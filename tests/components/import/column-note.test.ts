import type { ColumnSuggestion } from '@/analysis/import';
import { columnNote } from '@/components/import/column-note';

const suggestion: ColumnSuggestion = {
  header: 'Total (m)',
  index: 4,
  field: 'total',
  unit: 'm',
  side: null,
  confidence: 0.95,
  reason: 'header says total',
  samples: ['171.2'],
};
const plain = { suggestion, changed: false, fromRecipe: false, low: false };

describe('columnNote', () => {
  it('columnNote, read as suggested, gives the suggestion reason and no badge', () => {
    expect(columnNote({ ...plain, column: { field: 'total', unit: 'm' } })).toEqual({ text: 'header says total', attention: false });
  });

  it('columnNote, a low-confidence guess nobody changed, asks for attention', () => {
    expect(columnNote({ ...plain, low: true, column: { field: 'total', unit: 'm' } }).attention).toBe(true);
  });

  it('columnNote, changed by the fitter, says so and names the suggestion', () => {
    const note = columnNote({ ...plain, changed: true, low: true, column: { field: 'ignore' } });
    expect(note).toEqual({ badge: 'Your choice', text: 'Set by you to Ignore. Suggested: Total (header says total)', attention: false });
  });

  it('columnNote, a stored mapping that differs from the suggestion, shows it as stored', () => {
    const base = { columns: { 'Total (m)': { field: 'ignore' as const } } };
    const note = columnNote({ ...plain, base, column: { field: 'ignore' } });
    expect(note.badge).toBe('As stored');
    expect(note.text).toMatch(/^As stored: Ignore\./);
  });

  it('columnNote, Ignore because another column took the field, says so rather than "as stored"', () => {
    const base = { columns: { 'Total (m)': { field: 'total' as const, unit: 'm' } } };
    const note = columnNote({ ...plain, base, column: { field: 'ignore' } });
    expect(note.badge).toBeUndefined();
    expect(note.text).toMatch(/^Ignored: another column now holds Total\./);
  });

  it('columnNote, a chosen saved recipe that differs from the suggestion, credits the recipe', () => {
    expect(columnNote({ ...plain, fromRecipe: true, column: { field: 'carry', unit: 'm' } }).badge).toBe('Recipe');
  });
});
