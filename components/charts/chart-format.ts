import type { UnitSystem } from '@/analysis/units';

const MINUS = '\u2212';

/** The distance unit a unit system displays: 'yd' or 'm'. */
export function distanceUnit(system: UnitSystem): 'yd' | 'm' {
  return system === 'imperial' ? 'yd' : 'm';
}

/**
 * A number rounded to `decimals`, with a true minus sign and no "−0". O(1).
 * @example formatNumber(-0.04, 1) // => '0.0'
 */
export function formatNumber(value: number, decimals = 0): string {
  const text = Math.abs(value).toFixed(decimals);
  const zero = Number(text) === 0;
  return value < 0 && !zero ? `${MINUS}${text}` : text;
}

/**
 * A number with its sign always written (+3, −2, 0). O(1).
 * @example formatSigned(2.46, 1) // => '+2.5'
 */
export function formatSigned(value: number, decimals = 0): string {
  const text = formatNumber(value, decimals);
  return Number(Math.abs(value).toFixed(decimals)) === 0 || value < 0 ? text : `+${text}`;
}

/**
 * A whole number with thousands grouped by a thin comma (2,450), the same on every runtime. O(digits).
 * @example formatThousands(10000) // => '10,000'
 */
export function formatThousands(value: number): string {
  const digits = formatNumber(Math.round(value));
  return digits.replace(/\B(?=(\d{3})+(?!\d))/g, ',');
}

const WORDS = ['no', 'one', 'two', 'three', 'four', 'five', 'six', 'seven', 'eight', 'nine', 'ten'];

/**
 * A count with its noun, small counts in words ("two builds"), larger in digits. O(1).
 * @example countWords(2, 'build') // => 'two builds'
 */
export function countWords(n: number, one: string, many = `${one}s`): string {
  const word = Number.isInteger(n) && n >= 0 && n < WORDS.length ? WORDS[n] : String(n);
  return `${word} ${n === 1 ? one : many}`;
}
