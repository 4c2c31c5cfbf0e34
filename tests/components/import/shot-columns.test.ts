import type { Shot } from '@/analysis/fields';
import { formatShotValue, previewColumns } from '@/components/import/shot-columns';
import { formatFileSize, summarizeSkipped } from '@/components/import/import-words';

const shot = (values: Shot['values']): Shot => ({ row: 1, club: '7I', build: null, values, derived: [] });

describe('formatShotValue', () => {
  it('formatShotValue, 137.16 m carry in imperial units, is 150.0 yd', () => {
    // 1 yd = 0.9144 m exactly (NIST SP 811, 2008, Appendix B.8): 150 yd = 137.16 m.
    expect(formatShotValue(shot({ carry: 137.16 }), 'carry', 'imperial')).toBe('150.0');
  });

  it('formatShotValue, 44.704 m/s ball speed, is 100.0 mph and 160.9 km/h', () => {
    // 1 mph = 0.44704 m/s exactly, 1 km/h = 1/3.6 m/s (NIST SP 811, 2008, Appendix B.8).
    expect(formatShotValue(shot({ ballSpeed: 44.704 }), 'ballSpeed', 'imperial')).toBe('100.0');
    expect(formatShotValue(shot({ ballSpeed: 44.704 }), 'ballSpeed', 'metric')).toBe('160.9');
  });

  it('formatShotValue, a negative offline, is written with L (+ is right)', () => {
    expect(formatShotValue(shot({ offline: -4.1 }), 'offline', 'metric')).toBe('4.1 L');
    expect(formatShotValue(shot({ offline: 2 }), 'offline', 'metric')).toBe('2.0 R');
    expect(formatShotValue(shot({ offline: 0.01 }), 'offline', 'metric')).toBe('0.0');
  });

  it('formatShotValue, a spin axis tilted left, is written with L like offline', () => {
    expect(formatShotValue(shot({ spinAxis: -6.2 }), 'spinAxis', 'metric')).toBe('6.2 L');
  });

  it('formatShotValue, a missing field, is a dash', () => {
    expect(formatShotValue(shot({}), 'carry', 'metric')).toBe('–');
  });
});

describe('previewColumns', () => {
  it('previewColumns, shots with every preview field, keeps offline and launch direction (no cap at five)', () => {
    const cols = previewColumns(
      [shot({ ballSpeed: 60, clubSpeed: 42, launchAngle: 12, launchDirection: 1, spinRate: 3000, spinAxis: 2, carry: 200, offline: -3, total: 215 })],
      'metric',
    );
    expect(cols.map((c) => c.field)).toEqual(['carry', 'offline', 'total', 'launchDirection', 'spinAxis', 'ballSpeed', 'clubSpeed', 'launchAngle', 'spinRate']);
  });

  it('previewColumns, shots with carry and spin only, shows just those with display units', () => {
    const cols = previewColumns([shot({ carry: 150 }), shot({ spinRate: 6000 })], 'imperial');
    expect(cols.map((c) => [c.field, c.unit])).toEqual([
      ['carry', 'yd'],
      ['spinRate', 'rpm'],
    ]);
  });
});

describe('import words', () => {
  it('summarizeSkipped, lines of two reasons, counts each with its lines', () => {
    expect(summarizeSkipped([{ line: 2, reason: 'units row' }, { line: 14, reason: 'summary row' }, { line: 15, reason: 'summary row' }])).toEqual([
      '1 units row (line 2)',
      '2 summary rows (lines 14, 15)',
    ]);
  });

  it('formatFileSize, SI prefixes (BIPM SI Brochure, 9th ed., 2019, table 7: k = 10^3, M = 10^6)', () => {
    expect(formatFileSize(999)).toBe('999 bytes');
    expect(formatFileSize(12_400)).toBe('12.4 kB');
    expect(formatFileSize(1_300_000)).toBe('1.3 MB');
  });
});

□ □ □ □ □

Only an exact copy of the lines from the beginning of the listing through the line with "false, low: false", both included, belongs in the answer.

filename tests/components/import/column-note.test.ts
import type { ColumnSuggestion } from '@/analysis/import';
import { columnNote } from '@/components/import/column-note';

const suggestion: ColumnSuggestion = {
  header: 'Total (m)',
  index: 4,
  field: 'total',
  unit: 'm',
  side: null,
  confidence: 0.95,
  reason: 'header says total',
  samples: ['171.2'],
};
const plain = { suggestion, changed: false, fromRecipe: false, low: false };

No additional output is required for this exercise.